### Exercise material
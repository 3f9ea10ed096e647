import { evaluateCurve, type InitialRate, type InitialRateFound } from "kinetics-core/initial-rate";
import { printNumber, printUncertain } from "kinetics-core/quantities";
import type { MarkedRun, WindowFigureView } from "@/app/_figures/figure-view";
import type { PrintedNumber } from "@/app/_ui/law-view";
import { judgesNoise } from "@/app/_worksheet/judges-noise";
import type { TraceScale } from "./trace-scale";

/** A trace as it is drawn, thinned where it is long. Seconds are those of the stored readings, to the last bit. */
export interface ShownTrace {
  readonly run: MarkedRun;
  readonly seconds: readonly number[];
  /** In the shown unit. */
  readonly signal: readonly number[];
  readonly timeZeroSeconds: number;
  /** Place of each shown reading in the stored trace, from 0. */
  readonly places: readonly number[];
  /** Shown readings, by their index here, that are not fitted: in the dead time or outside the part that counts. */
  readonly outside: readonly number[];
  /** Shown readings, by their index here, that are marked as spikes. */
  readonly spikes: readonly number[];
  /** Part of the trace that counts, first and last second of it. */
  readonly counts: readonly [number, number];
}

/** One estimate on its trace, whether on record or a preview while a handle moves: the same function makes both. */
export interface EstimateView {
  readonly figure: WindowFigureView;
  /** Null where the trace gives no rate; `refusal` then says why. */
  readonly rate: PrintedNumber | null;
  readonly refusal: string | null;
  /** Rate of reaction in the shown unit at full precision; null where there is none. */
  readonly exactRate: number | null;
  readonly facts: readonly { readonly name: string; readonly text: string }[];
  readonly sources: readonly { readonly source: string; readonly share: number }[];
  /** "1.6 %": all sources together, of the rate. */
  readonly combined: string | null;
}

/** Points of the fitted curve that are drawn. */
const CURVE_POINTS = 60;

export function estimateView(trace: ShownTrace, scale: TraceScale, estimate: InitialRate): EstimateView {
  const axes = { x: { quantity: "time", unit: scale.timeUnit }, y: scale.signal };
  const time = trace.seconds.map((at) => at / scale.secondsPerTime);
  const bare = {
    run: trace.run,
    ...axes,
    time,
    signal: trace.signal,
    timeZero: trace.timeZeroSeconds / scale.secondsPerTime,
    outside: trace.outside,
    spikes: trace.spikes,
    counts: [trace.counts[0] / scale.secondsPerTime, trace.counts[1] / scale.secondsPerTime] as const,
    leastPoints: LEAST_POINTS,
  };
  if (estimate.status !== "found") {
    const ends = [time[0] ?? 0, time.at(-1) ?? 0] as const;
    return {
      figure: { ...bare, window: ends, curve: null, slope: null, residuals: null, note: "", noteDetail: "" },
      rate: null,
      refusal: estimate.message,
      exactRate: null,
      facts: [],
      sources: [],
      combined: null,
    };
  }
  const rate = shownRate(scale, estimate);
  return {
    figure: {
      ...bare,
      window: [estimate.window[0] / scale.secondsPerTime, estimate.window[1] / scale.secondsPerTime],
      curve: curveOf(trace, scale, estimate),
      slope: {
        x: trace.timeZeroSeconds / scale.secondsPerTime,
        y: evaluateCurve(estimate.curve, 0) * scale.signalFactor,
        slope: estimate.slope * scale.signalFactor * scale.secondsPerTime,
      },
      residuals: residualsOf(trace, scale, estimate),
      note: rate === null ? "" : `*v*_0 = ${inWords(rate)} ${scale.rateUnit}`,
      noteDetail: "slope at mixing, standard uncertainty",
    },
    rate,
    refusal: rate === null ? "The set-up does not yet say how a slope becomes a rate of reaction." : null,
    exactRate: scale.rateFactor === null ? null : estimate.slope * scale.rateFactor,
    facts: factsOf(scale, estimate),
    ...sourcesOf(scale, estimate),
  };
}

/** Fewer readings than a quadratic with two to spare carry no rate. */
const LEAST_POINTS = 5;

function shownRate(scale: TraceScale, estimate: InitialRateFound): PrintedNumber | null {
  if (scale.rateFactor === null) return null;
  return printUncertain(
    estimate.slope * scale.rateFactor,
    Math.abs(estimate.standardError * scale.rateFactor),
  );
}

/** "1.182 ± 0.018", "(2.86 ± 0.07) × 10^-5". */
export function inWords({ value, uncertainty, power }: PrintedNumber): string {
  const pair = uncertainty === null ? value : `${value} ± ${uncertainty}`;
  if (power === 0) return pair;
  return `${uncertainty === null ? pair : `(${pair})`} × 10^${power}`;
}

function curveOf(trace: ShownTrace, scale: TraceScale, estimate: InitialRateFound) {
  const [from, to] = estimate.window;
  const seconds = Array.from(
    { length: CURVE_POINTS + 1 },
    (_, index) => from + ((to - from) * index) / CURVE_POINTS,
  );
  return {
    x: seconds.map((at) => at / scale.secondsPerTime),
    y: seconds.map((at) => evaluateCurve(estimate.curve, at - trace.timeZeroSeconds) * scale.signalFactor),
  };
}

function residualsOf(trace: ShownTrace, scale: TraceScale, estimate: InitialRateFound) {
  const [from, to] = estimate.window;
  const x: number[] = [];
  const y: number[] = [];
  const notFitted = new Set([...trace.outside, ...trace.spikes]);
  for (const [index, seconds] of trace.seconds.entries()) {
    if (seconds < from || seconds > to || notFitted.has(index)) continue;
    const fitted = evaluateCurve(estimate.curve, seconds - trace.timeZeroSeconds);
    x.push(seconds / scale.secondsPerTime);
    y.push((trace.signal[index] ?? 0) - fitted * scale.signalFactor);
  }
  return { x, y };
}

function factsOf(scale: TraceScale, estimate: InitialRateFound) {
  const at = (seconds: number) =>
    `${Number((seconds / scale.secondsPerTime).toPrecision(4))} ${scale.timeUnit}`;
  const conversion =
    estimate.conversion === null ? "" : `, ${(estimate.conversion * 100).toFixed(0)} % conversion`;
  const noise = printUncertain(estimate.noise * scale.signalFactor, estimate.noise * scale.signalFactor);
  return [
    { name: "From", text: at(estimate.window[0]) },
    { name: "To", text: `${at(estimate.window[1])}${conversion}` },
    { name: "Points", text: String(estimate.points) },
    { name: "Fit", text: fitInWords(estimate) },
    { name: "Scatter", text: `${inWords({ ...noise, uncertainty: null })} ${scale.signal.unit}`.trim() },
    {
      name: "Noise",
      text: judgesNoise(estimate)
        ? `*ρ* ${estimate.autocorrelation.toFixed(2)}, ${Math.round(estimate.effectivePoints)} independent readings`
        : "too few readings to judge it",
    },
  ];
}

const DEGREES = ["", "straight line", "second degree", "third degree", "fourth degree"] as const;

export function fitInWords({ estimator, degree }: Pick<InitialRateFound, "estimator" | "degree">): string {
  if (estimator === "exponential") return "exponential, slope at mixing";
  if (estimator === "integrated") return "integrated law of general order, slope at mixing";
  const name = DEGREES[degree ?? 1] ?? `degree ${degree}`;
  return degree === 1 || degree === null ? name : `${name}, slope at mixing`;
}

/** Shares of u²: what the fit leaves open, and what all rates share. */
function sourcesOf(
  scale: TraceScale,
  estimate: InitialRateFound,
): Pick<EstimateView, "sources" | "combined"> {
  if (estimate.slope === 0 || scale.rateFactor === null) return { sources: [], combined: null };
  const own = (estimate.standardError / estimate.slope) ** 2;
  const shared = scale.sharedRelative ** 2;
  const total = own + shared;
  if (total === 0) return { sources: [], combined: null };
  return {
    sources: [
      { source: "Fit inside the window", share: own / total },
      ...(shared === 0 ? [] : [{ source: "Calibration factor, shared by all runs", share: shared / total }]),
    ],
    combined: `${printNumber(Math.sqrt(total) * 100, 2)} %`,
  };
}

### Task statement
Write out, from the lines above, only those from the line with "readonly seconds: readonly number[];" to the line with "readonly refusal: string | null;", exactly as given, including the first and the last.

### Reply
  readonly seconds: readonly number[];
  /** In the shown unit. */
  readonly signal: readonly number[];
  readonly timeZeroSeconds: number;
  /** Place of each shown reading in the stored trace, from 0. */
  readonly places: readonly number[];
  /** Shown readings, by their index here, that are not fitted: in the dead time or outside the part that counts. */
  readonly outside: readonly number[];
  /** Shown readings, by their index here, that are marked as spikes. */
  readonly spikes: readonly number[];
  /** Part of the trace that counts, first and last second of it. */
  readonly counts: readonly [number, number];
}

/** One estimate on its trace, whether on record or a preview while a handle moves: the same function makes both. */
export interface EstimateView {
  readonly figure: WindowFigureView;
  /** Null where the trace gives no rate; `refusal` then says why. */
  readonly rate: PrintedNumber | null;
  readonly refusal: string | null;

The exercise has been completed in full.